School of Pharmaceutical Sciences, Zhejiang Chinese Medical University, Hangzhou 310053, PR China.
School of Pharmaceutical Sciences, Zhejiang Chinese Medical University, Hangzhou 310053, PR China.
Int J Biol Macromol. 2024 Aug;274(Pt 2):133343. doi: 10.1016/j.ijbiomac.2024.133343. Epub 2024 Jun 24.
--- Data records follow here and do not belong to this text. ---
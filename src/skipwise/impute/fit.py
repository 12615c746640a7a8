"""Which imputation methods fit which item types.

A method that does not fit an item is refused, never quietly replaced: a mean of
category codes is not a category, and the drawn value would be thrown away for a
random donor value (a hot-deck under another name).  The rules follow the usual
pairing of models and measurement levels (van Buuren, 2018, *Flexible Imputation
of Missing Data*, 2nd ed., sec. 3.4 and 6.2): linear models, means and medians
for numbers; logistic and multinomial models for categories; donor methods
(hot-deck, nearest donor, predictive mean matching on numeric codes) and the
mode for either.
"""

from __future__ import annotations

from skipwise.questionnaire.model import Item, ItemType

__all__ = ["fitting_methods", "method_misfit"]

_NUMERIC = ("hotdeck", "nearest", "pmm", "regression", "auto", "mode", "median", "mean")
_CATEGORICAL = ("hotdeck", "nearest", "pmm", "logistic", "multinomial", "auto", "mode")
_OTHER = ("hotdeck", "nearest", "mode")


def fitting_methods(item: Item) -> tuple[str, ...]:
    """The imputation methods that fit ``item`` (empty for check-all-that-apply sets)."""
    if item.type is ItemType.MULTI:
        return ()
    if item.type in (ItemType.TEXT, ItemType.DATE):
        return _OTHER
    if item.type is ItemType.CATEGORICAL:
        out = list(_CATEGORICAL)
        if item.values and any(isinstance(k, str) for k in item.values):
            out.remove("pmm")  # pmm matches on numeric codes
        if item.values is not None and len(item.values) != 2:
            out.remove("logistic")
        return tuple(out)
    return _NUMERIC


def method_misfit(item: Item, method: str) -> str | None:
    """Why ``method`` does not fit ``item``, naming the methods that do (None when it fits)."""
    if method == "none":
        return None
    fits = fitting_methods(item)
    if not fits:
        return f"'{item.name}' is a check-all-that-apply set: sets are not imputed; list it under exclude"
    if method in fits:
        return None
    what = item.type.value
    if item.type is ItemType.CATEGORICAL and method == "logistic" and item.values is not None:
        what = f"categorical item with {len(item.values)} values"
    elif item.type is ItemType.CATEGORICAL and method == "pmm":
        what = "categorical item with text codes"
    else:
        what = f"{what} item"
    return f"method '{method}' does not fit the {what} '{item.name}'; methods that fit: {', '.join(fits)}"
Endophytic fungi can promote plant growth and development, particularly of Orchidaceae species. Previously, we found that the endophytic fungus Phyllosticta fallopiae DN14, collected from Dendrobium nobile growing on rocks in a wild habitat, significantly promoted growth of its host plant D. nobile, an important herb in Chinese traditional medicine that contains the bioactive component dendrobine. Phyllosticta was positively correlated with FW and dendrobine content of D. nobile and with Si content of the epiphytic matrix. Si is also highly beneficial for the growth and productivity of many plants. Here, we co-cultured D. nobile with P. fallopiae DN14 in half-strength Murashige and Skoog medium with and without various concentrations of Si to investigate the effects of DN14 and Si on plant fresh weight and dendrobine content. We also explored the effects of DN14 infection and colonization on host plant growth, Si accumulation and transport, and expression of key genes, as well as the interaction between DN14 and Si. The combination of DN14 and Si promoted the lignification of D. nobile roots, stems, and leaves and markedly increased the thickening of xylem cell walls. Co-culture with DN14 increased transport of Si from roots to stems and from stems to leaves. Transcriptome sequencing and qRT-PCR analyses showed that enhancement of D. nobile growth by DN14 and Si may involve upregulation of plant hormone-related genes (AUX/IAA and MYC) and lignin biosynthesis genes (HCT, PAL1, and PAL2). Insoluble Si promoted the growth of DN14, perhaps through downregulation of genes (e.g., FBP, MPI, RPIAD) related to carbohydrate metabolism, and DN14 in turn promoted the transformation of insoluble Si into soluble Si for plant uptake. These findings demonstrate that endophytic fungi and Si can improve the growth of D. nobile and therefore show promise as organic amendments for commercial cultivation.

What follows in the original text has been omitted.